(Data listing Opens)
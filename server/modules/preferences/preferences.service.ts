import type { DataSource } from 'typeorm';
import type { Preferences, UpdatePreferencesInput } from '@shared/schemas/preferences';
import type { FamilyContactEntity } from '../../db/entities/family-contact.entity';
import type { AppRepos } from '../../deps';
import { ConflictError, NotFoundError } from '../../lib/errors';
import type { Actor } from '../../lib/http';

const EDITABLE = ['mobile', 'email', 'preferredChannel', 'consentSms', 'consentEmail', 'language', 'remindersEnabled'] as const;

const toDto = (c: FamilyContactEntity, country: string): Preferences => ({
  contactId: c.id, name: c.name, relation: c.relation, mobile: c.mobile, email: c.email, preferredChannel: c.preferredChannel,
  consentSms: c.consentSms, consentEmail: c.consentEmail, language: c.language, remindersEnabled: c.remindersEnabled, timeZone: c.timeZone,
  rowVersion: c.rowVersion, country,
});

/**
 * A family member's own contact record. One person linked to several babies (twins) has one row per baby; a change
 * applies to all of them, so the programme never holds two versions of the same person's wishes.
 */
export function createPreferencesService(ds: DataSource, repos: AppRepos) {
  const mine = (userId: string) => repos.contacts.listForUser(userId);

  return {
    async get(userId: string): Promise<Preferences> {
      const [first] = await mine(userId);
      if (!first) throw new NotFoundError('There is no family contact record for this account.');
      return toDto(first, (await repos.policies.current(first.programmeId)).settings.country);
    },

    async update(actor: Actor, input: UpdatePreferencesInput): Promise<Preferences> {
      return ds.transaction(async (m) => {
        const rows = await repos.contacts.lockForUser(actor.id, m);
        if (rows.length === 0) throw new NotFoundError('There is no family contact record for this account.');
        if (rows[0].rowVersion !== input.rowVersion) throw new ConflictError('Your details were changed elsewhere meanwhile. Reload and try again.');
        const before = Object.fromEntries(EDITABLE.map((k) => [k, rows[0][k]]));
        const after = Object.fromEntries(EDITABLE.map((k) => [k, input[k]]));
        const changed = EDITABLE.filter((k) => before[k] !== after[k]);
        for (const c of rows) {
          Object.assign(c, after, { rowVersion: c.rowVersion + 1 });
          await repos.contacts.saveEntity(c, m);
          await repos.audit.append({
            programmeId: c.programmeId, actorId: actor.id, action: 'contact.preferences_changed', entityType: 'infant', entityId: c.infantId, ip: actor.ip,
            // Which fields changed and the switches' new values; addresses themselves are not copied into the audit trail.
            details: { contactId: c.id, changed, remindersEnabled: input.remindersEnabled, consentSms: input.consentSms, consentEmail: input.consentEmail, preferredChannel: input.preferredChannel, language: input.language },
          }, m);
        }
        // The family's own number, now read (E.164): a flag raised for an unreadable old one is settled for each
        // baby whose contacts are all readable now.
        await repos.infants.clearUnreadableNumberFlagWhereAllReadable(rows.map((c) => c.infantId), m);
        return toDto(rows[0], (await repos.policies.current(rows[0].programmeId, m)).settings.country);
      });
    },
  };
}
export type PreferencesService = ReturnType<typeof createPreferencesService>;
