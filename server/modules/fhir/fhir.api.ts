import { idParamsSchema } from '@shared/schemas/common';
import { fhirBundleSchema } from '@shared/schemas/fhir';
import { FHIR_JSON } from '@shared/fhir/infant-bundle';
import { route } from '../../openapi/api-route';

export const fhirApi = [
  route('get', '/infants/:id/fhir', {
    summary: 'The baby as a FHIR R4 Bundle (a download): patient, readings, overnight studies, weight and the approved setting',
    who: 'staff who may read the baby and its recordings (not family)', params: idParamsSchema,
    responses: { 200: { description: 'A FHIR R4 collection Bundle', type: FHIR_JSON, schema: fhirBundleSchema } },
  }),
];
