def _headline(run: _Run) -> str:
    s = run.summary
    parts = []
    n_areas = _get(s, "areas", "count")
    if n_areas is not None:
        parts.append(f"{_num(n_areas)} areas")
    n_fences = _get(s, "areas", "fences")
    if n_fences is not None:
        parts.append(f"{_num(n_fences)} fences")
    for t in run.tiers:
        n = len(run.tables[t]) if t in run.tables else _get(s, "tiers", t, "zones")
        if n is not None:
            parts.append(f"tier {t}: {_num(n)} zones")
    return f'<p class="lede">{_e(" · ".join(parts))}</p>' if parts else ""


def _overview(run: _Run) -> str:
    s = run.summary
    items = []
    if "command" in s:
        items.append(("Command", str(s["command"])))
    rc = s.get("exit_code")
    if rc is not None:
        meaning = {0: "every rule holds", 1: "ran, but a rule is broken", 2: "bad input or usage"}.get(rc, "")
        items.append(("Exit code", f"{rc} ({meaning})" if meaning else str(rc)))
    audit = s.get("audit")
    if isinstance(audit, dict):
        n = len(_dicts(audit.get("violations")))
        ok = audit.get("ok")
        items.append(("Independent audit", "passed" if ok else f"found {n:,} problem(s)" if n else "did not pass"))
    breaks = _dicts(s.get("bound_breaks"))
    if "bound_breaks" in s:
        items.append(("Zones outside their bounds", f"{len(breaks):,}"))
    failures = _dicts(s.get("fence_failures"))
    if "fence_failures" in s:
        items.append(("Fences that failed", f"{len(failures):,}"))
    seconds = s.get("seconds")
    if isinstance(seconds, dict) and "total" in seconds:
        items.append(("Run time", f"{_num(seconds['total'])} s"))
    if not items:
        return ""
    rows = "".join(f"<dt>{_e(k)}</dt><dd>{_e(v)}</dd>" for k, v in items)
    return f'<dl class="facts">{rows}</dl>'


def _maps(run: _Run) -> str:
    if not run.maps:
        return ""
    out = [_map_legend()]
    for tier in run.tiers:
        plan = run.maps.get(tier)
        if plan is None:
            continue
        sid = f"maps-{_slug(tier)}"
        out.append(f'<section id="{sid}" aria-labelledby="{sid}-h"><h3 id="{sid}-h">Tier {_e(tier)}</h3>')
        if plan.note:
            out.append(f'<p class="note" id="{sid}-note">{_e(plan.note)}</p>')
        if plan.full is not None:
            out.append(_figure(plan.full.svg, f"Tier {tier}: {plan.full.zones:,} zones; hover a zone for its figures."))
        for i, (fence, drawn, n_breaks) in enumerate(plan.per_fence):
            flag = f", {n_breaks:,} breaking a rule" if n_breaks else ""
            opened = " open" if i == 0 else ""
            out.append(
                f"<details{opened}><summary>Fence {_e(fence)} ({drawn.zones:,} zones{flag})</summary>"
                f"{_figure(drawn.svg, f'Tier {tier}, fence {fence}')}</details>"
            )
        out.append("</section>")
    return "".join(out)


def _map_legend() -> str:
    sw = '<svg class="swatch" viewBox="0 0 24 16" aria-hidden="true">{}</svg>'
    fills = "".join(f'<rect class="zone f{i}" x="{i * 3}" y="0" width="3" height="16"/>' for i in range(8))
    items = [
        (sw.format(fills), "zone fills only tell neighbours apart: no two neighbouring zones share one"),
        (sw.format('<rect class="zone h0 broken" x="1" y="1" width="22" height="14"/>'),
         "hatched with a dark red outline: the zone breaks a rule (hover it, or see Rule breaks)"),
        (sw.format('<path class="fence" d="M0 8H24"/>'), "heavy line: fence boundary, never crossed"),
    ]
    lis = "".join(f"<li>{s}<span>{_e(t)}</span></li>" for s, t in items)
    return f'<ul class="legend" aria-label="Map legend">{lis}</ul>'


def _figure(svg: str, caption: str) -> str:
    return f'<figure class="map">{svg}<figcaption>{_e(caption)}</figcaption></figure>'
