def test_an_unknown_rules_key_is_named_with_a_suggestion(capsys, tmp_path: Path) -> None:
    text = RULES.replace("seed = 5", "seed = 5\nsead = 4")
    n = line_of(text, "sead = 4")
    ran = design(capsys, tmp_path, None, text)
    refused(ran, rf"rules\.toml:{n}: search\.sead: unknown key in \[search\] .*; did you mean 'seed'\?")


def test_a_wrong_type_in_the_rules_is_named(capsys, tmp_path: Path) -> None:
    text = RULES.replace("seed = 5", 'seed = "five"')
    n = line_of(text, 'seed = "five"')
    refused(design(capsys, tmp_path, None, text), rf"rules\.toml:{n}: search\.seed: expected a whole number, got 'five'")


def test_min_above_max_is_named(capsys, tmp_path: Path) -> None:
    text = RULES.replace("min = { households = 80 }", "min = { households = 300 }")
    n = line_of(text, "min = { households = 300 }")
    ran = design(capsys, tmp_path, None, text)
    refused(ran, rf"rules\.toml:{n}: tier\.1\.min\.households: min 300 is above max 260 \(and 1 more problem\)")


def test_a_count_column_not_in_the_data_is_named(capsys, tmp_path: Path) -> None:
    text = RULES.replace('counts = ["households", "persons"]', 'counts = ["households", "people"]')
    n = line_of(text, "counts = ")
    ran = design(capsys, tmp_path, None, text)
    refused(ran, rf"rules\.toml:{n}: areas\.counts: column 'people' is not in .*areas\.gpkg", tmp_path / "out")


def test_a_link_to_an_unknown_id_names_the_row(capsys, tmp_path: Path) -> None:
    (tmp_path / "links.csv").write_text("from,to\nG000001,G999999\n")
    text = RULES.replace("[[tier]]", '[graph]\nlinks = "links.csv"\n\n[[tier]]', 1)
    ran = design(capsys, tmp_path, None, text)
    refused(ran, r"links\.csv, row 2: unknown area id 'G999999' in link", tmp_path / "out")


# ---------------------------------------------------------------- a previous lookup


def redraw(capsys, designed: dict[str, Path], previous: pd.DataFrame, folder: Path, *extra: str) -> Ran:
    path = folder / "previous.csv"
    previous.to_csv(path, index=False)
    return run_cli(capsys, "redraw", designed["areas"], "--rules", designed["rules"], "--previous", path,
                   "--out", folder / "out", *QUICK, *extra)


def previous_of(designed: dict[str, Path]) -> pd.DataFrame:
    return pd.read_csv(designed["lookup"], dtype=str, keep_default_na=False)


def test_a_previous_lookup_with_unknown_ids_is_refused_naming_them(capsys, tmp_path: Path, designed) -> None:
    prev = previous_of(designed)
    prev.loc[[0, 1], "area"] = ["Z1", "Z2"]
    line = refused(redraw(capsys, designed, prev, tmp_path), r"previous\.csv: previous lookup does not match: "
                   r"2 area id\(s\) not in the areas file \(first: Z1, Z2\)", tmp_path / "out")
    assert "(use --mend to mend it first)" in line


def test_a_previous_lookup_missing_areas_is_refused_naming_them(capsys, tmp_path: Path, designed) -> None:
    ran = redraw(capsys, designed, previous_of(designed).iloc[3:], tmp_path)
    refused(ran, r"3 area\(s\) missing from it \(first: G000001, G000002, G000003\)", tmp_path / "out")


def test_a_previous_lookup_that_does_not_nest_is_refused_naming_the_zone(capsys, tmp_path: Path, designed) -> None:
    prev = previous_of(designed)
    first = prev.loc[0, "block"]
    prev.loc[0, "ward"] = "elsewhere"
    ran = redraw(capsys, designed, prev, tmp_path)
    refused(ran, rf"block zone {first} lies in several ward zones", tmp_path / "out")


def test_mend_repairs_a_previous_lookup_first_and_records_what_it_mended(capsys, tmp_path: Path, designed) -> None:
    prev = previous_of(designed)
    prev.loc[0, "ward"] = "elsewhere"
    prev = pd.concat([prev.iloc[3:], pd.DataFrame({"area": ["Z1"], "block": ["b"], "ward": ["w"]})])
    ran = redraw(capsys, designed, prev, tmp_path, "--mend")
    assert ran.code in (0, 1), ran
    summary = json.loads((tmp_path / "out" / "summary.json").read_text())
    assert summary["previous"]["gone_areas"] == ["Z1"]
    assert summary["previous"]["new_areas"] == ["G000001", "G000002", "G000003"]
    lookup = pd.read_csv(tmp_path / "out" / "lookup.csv", dtype=str)
    assert sorted(lookup["area"]) == sorted(region()["id"])  # every area zoned, the gone one dropped


# ---------------------------------------------------------------- the output folder


def test_an_existing_output_folder_is_refused_without_overwrite(capsys, tmp_path: Path, designed) -> None:
    out = tmp_path / "out"
    ran = run_cli(capsys, "design", designed["areas"], "--rules", designed["rules"], "--out", out, *QUICK)
    assert ran.code == 0
    before = checksums(out)
    ran = run_cli(capsys, "design", designed["areas"], "--rules", designed["rules"], "--out", out, *QUICK)
    refused(ran, rf"--out {re.escape(str(out))}: the output folder exists \(add --overwrite to replace it\)")
    assert checksums(out) == before
    ran = run_cli(capsys, "design", designed["areas"], "--rules", designed["rules"], "--out", out, "--overwrite", *QUICK)
    assert ran.code == 0


def test_a_folder_that_is_not_an_output_is_never_replaced(capsys, tmp_path: Path, designed) -> None:
    out = tmp_path / "mine"
    out.mkdir()
    (out / "keep.txt").write_text("mine")
    for extra in ((), ("--overwrite",)):
        ran = run_cli(capsys, "design", designed["areas"], "--rules", designed["rules"], "--out", out, *extra, *QUICK)
        refused(ran, rf"--out {re.escape(str(out))}: the folder exists and is not a zonedesign output")
        assert "add --overwrite" not in ran.err
    assert (out / "keep.txt").read_text() == "mine"


def test_an_output_folder_holding_the_inputs_is_refused(capsys, designed) -> None:
    folder = designed["areas"].parent
    before = sorted(p.name for p in folder.iterdir())
    for out in (folder, folder.parent):
        ran = run_cli(capsys, "design", designed["areas"], "--rules", designed["rules"], "--out", out,
                      "--overwrite", *QUICK)
        # refused before any work: as a holder of the inputs, or as a folder that is no output
        refused(ran, rf"--out {re.escape(str(out))}: ((holds|the folder of) the input .*areas\.gpkg"
                     r"|the folder exists and is not a zonedesign output)")
    assert sorted(p.name for p in folder.iterdir()) == before


def test_the_areas_file_itself_as_output_is_refused(capsys, designed) -> None:
    area_bytes = designed["areas"].read_bytes()
    ran = run_cli(capsys, "design", designed["areas"], "--rules", designed["rules"], "--out", designed["areas"],
                  "--overwrite", *QUICK)
    refused(ran, r"(holds the input .*areas\.gpkg|areas\.gpkg: a file of that name exists; name a folder)")
    assert designed["areas"].read_bytes() == area_bytes


def test_an_output_folder_below_a_file_is_refused(capsys, designed, tmp_path: Path) -> None:
    ran = run_cli(capsys, "design", designed["areas"], "--rules", designed["rules"], "--out",
                  designed["lookup"] / "sub", *QUICK)
    refused(ran, r"--out .*lookup\.csv/sub: .*lookup\.csv is a file, so the output folder cannot be made there")


# ---------------------------------------------------------------- usage


def test_usage_errors_are_one_line_too(capsys, tmp_path: Path) -> None:
    ran = run_cli(capsys, "design", tmp_path / "a.gpkg")
    refused(ran, r"zonedesign design: the following arguments are required: --rules, --out \(see zonedesign design --help\)")
    refused(run_cli(capsys, "design", "a.gpkg", "--rules", "r.toml", "--out", "o", "--workers", "0"),
            r"argument --workers: must be at least 1, not 0")
    refused(run_cli(capsys, "demo", "--out", tmp_path / "d", "--areas", "300"),
            r"argument --areas: the demo region needs at least 1500 areas, not 300")
    refused(run_cli(capsys, "frobnicate"), r"invalid choice: 'frobnicate'")
    refused(run_cli(capsys), r"^zonedesign: error: a command is needed: design, redraw, audit, sweep, demo, rules or show")
    refused(run_cli(capsys, "rules"), r"^zonedesign: error: rules needs an action: init or check")


def test_bad_sweep_keys_and_sizes_are_named(capsys, designed, tmp_path: Path) -> None:
    base = ("--rules", designed["rules"], "--out", tmp_path / "sw", "--quiet")
    refused(run_cli(capsys, "sweep", designed["areas"], "--vary", "tier.3.min.households=1,2", *base),
            r"override key 'tier\.3\.min\.households': no tier 3 \(tiers: 1 'block', 2 'ward'\)")
    refused(run_cli(capsys, "sweep", designed["areas"], "--vary", "nonsense", *base),
            r"--vary 'nonsense': expected KEY=V1,V2,\.\.\.")
    refused(run_cli(capsys, "design", designed["areas"], "--max-memory", "lots", *base),
            r"--max-memory: not a size: 'lots' \(use e\.g\. 4GB, 512MB or 1TB\)")
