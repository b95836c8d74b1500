"""The Python face of zonedesign: design(), audit(), redraw(), sweep().

Each function reads its inputs, runs the job and writes an output folder atomically; it
returns a plain `RunResult` (summary dict, exit code, output folder).
"""

from __future__ import annotations

import contextlib
import platform
import time
from collections.abc import Callable, Iterator, Mapping
from dataclasses import dataclass, field
from pathlib import Path
from typing import Any

import numpy as np
import pandas as pd

from zonedesign import __version__
from zonedesign.errors import InputError
from zonedesign.glossary import CAUTION
from zonedesign.plain import plain
from zonedesign.progress import Stages, TaskBars
from zonedesign.records import Areas, Graph
from zonedesign.rules import Rules, load_rules

AUDIT_REPAIR_WORK = 15.0  # CP-SAT deterministic time for audit --repair (about a minute on 2 cores)
AUDIT_REPAIR_CAP = 600.0  # seconds: ends only a model far slower than expected

Progress = Callable[[str], None]


@dataclass
class Prepared:
    """Inputs read, validated and turned into arrays and a graph."""

    rules: Rules
    areas: Areas
    geometry: Any  # GeoSeries in the projected CRS, row order of `areas`
    graph: Graph  # rook/queen edges plus declared links, across fences too
    notes: list[str]
    islands: list[dict]
    links: int
    inputs: list[Path]
    seconds: dict[str, float] = field(default_factory=dict)
    crs_note: str = ""  # which CRS areas and lengths are measured in, and why
    overlaps_cut: list[dict] = field(default_factory=list)  # [areas] overlaps = "cut"
    locks: Any = None  # zonedesign.locks.Locks from [lock] file, or None
    duplicates_merged: list[dict] = field(default_factory=list)


@dataclass
class RunResult:
    out: Path | None
    summary: dict
    exit_code: int
    lookup: dict[str, np.ndarray] = field(default_factory=dict)


def _say(progress: Progress | None, text: str) -> None:
    if progress is not None:
        progress(text)


def versions() -> dict[str, str]:
    import geopandas
    import numba
    import ortools
    import shapely

    return {
        "zonedesign": __version__,
        "python": platform.python_version(),
        "numpy": np.__version__,
        "pandas": pd.__version__,
        "shapely": shapely.__version__,
        "geopandas": geopandas.__version__,
        "numba": numba.__version__,
        "ortools": ortools.__version__,
    }


def prepare(
    areas_path: str | Path,
    rules: str | Path | Rules,
    *,
    layer: str | None = None,
    crs: str | None = None,
    progress: Progress | None = None,
) -> Prepared:
    """Read the rules and the areas, build the graph, add links, find islands."""
    from zonedesign.graph.areagraph import area_graph
    from zonedesign.io.read import read_areas, rule_columns
    from zonedesign.rules import check_fences_against, check_rules_against

    seconds: dict[str, float] = {}
    inputs = [Path(areas_path)]
    if not isinstance(rules, Rules):
        inputs.append(Path(rules))
        rules = load_rules(rules)
    t0 = time.perf_counter()
    stage = Stages(progress, "preparing", 2)
    stage(f"reading {areas_path}")
    layer = layer or rules.areas.layer
    columns, table_columns = rule_columns(areas_path, rules.areas, layer=layer)
    check_rules_against(rules, columns, str(areas_path), table_columns)
    if rules.areas.table is not None:
        inputs.append(Path(rules.areas.table))
    file = read_areas(areas_path, rules.areas, layer=layer, crs=crs)
    fences = {t.name: file.areas.in_tier(t.name).fence.tolist() for t in rules.tiers}
    check_fences_against(rules, fences, str(areas_path))
    seconds["read"] = time.perf_counter() - t0
    t0 = time.perf_counter()
    stage(f"building the {rules.graph.contiguity} graph of {file.areas.n} areas")
    notes = list(file.notes)
    built = area_graph(file.geometry, file.areas, rules.graph, notes=notes)
    graph = built.graph
    found = [_island_dict(x) for x in built.islands]
    n_links = built.links
    if rules.graph.links is not None:
        inputs.append(Path(rules.graph.links))
    for island in found:
        # whether a declared link joins the island to the rest of its fence
        island["linked"] = bool(built.linked & set(island.get("ids", [])))
    seconds["graph"] = time.perf_counter() - t0
    locks = None
    if rules.lock.file is not None:
        from zonedesign.locks import read_locks

        inputs.append(Path(rules.lock.file))
        locks = read_locks(rules.lock.file, file.areas, graph, rules.tiers)
    stage.close()
    return Prepared(
        rules=rules,
        areas=file.areas,
        geometry=file.geometry,
        graph=graph,
        notes=notes,
        islands=found,
        links=n_links,
        inputs=inputs,
        seconds=seconds,
        crs_note=file.crs_note,
        overlaps_cut=file.overlaps_cut,
        duplicates_merged=file.duplicates_merged,
        locks=locks,
    )


def _island_dict(island: Any) -> dict:
    d = dict(island.__dict__) if hasattr(island, "__dict__") else dict(island)
    out = {}
    for k, v in d.items():
        if isinstance(v, np.ndarray):
            v = v.tolist()
        elif isinstance(v, tuple):
            v = list(v)
        elif isinstance(v, np.generic):
            v = v.item()
        out[k] = v
    return out


# ---------------------------------------------------------------- design


def design(
    areas_path: str | Path,
    rules: str | Path | Rules,
    out: str | Path | None,
    *,
    layer: str | None = None,
    crs: str | None = None,
    overwrite: bool = False,
    executor: str = "local",
    workers: int = 1,
    scheduler: str | None = None,
    certify: bool = True,
    report: bool = True,
    progress: Progress | None = None,
    extra_files: Mapping[str, Path] | None = None,
) -> RunResult:
    """Design every tier of a nested hierarchy and write it to `out`."""
    from zonedesign.hierarchy import build_hierarchy

    t_start = time.perf_counter()
    run, prep = _start_run(areas_path, rules, out, overwrite, layer, crs, executor, workers, scheduler, progress)

    def on_tier(name: str, i: int, n: int) -> None:
        _say(progress, f"tier {i}/{n} '{name}' designed")

    _say(progress, f"designing {len(prep.rules.tiers)} tiers over {len(set(prep.areas.fence))} fences")
    with _closing(run):
        result = build_hierarchy(prep.areas, prep.graph, prep.rules, executor=run, on_tier=on_tier, locks=prep.locks)
    lookup = result.lookup()
    seconds, summary = _run_summary(prep, "design", result, executor, workers)
    summary["fences"] = fence_figures(result)
    failures = [
        {"fence": f.fence, "tier": f.tier, "error": f.error} for f in result.failures
    ]
    summary["fence_failures"] = failures
    return finish(
        prep,
        lookup,
        summary,
        out,
        overwrite=overwrite,
        seconds=seconds,
        t_start=t_start,
        certify=certify,
        report=report,
        progress=progress,
        extra_files=extra_files,
        failed=bool(failures),
    )


def _start_run(areas_path, rules, out, overwrite, layer, crs, executor, workers, scheduler, progress,
               extra_input: str | Path | None = None):
    """Executor with per-tier progress bars, then the inputs read; the output folder is
    checked before the (slow) read and again once every input path is known."""
    from zonedesign.executors import make_executor

    bars = TaskBars(progress, lambda tasks: f"tier '{tasks[0].tier}' by fence")
    run = bars.wrap(make_executor(executor, workers, scheduler, on_done=bars.done))
    if out is not None:
        _check_out(Path(out), overwrite)
    prep = prepare(areas_path, rules, layer=layer, crs=crs, progress=progress)
    if extra_input is not None:
        prep.inputs.append(Path(extra_input))
    if out is not None:
        _check_out(Path(out), overwrite, prep.inputs)
    return run, prep


@contextlib.contextmanager
def _closing(run: Callable) -> Iterator[None]:
    """Close the executor after its run: a dask cluster it started lives for one run."""
    try:
        yield
    finally:
        getattr(run, "close", lambda: None)()


def _run_summary(prep: Prepared, command: str, result: Any, executor: str, workers: int) -> tuple[dict, dict]:
    """Phase timings and the summary's head shared by design and redraw."""
    seconds = dict(prep.seconds)
    seconds.update(result.seconds)
    summary = base_summary(prep, command)
    summary["search"] = {
        "method": prep.rules.search.method,
        "seed": prep.rules.search.seed,
        "executor": executor,
        "workers": workers,
    }
    return seconds, summary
(Data listing Closes)
* _Exercise prompt_
Every line above from the line with "Each function reads" to the line with "# GeoSeries in", inclusive, must be returned exactly; no other line belongs in the reply.

* _Your response_
Each function reads its inputs, runs the job and writes an output folder atomically; it
returns a plain `RunResult` (summary dict, exit code, output folder).
"""

from __future__ import annotations

import contextlib
import platform
import time
from collections.abc import Callable, Iterator, Mapping
from dataclasses import dataclass, field
from pathlib import Path
from typing import Any

import numpy as np
import pandas as pd

from zonedesign import __version__
from zonedesign.errors import InputError
from zonedesign.glossary import CAUTION
from zonedesign.plain import plain
from zonedesign.progress import Stages, TaskBars
from zonedesign.records import Areas, Graph
from zonedesign.rules import Rules, load_rules

AUDIT_REPAIR_WORK = 15.0  # CP-SAT deterministic time for audit --repair (about a minute on 2 cores)
AUDIT_REPAIR_CAP = 600.0  # seconds: ends only a model far slower than expected

Progress = Callable[[str], None]


@dataclass
class Prepared:
    """Inputs read, validated and turned into arrays and a graph."""

    rules: Rules
    areas: Areas
    geometry: Any  # GeoSeries in the projected CRS, row order of `areas`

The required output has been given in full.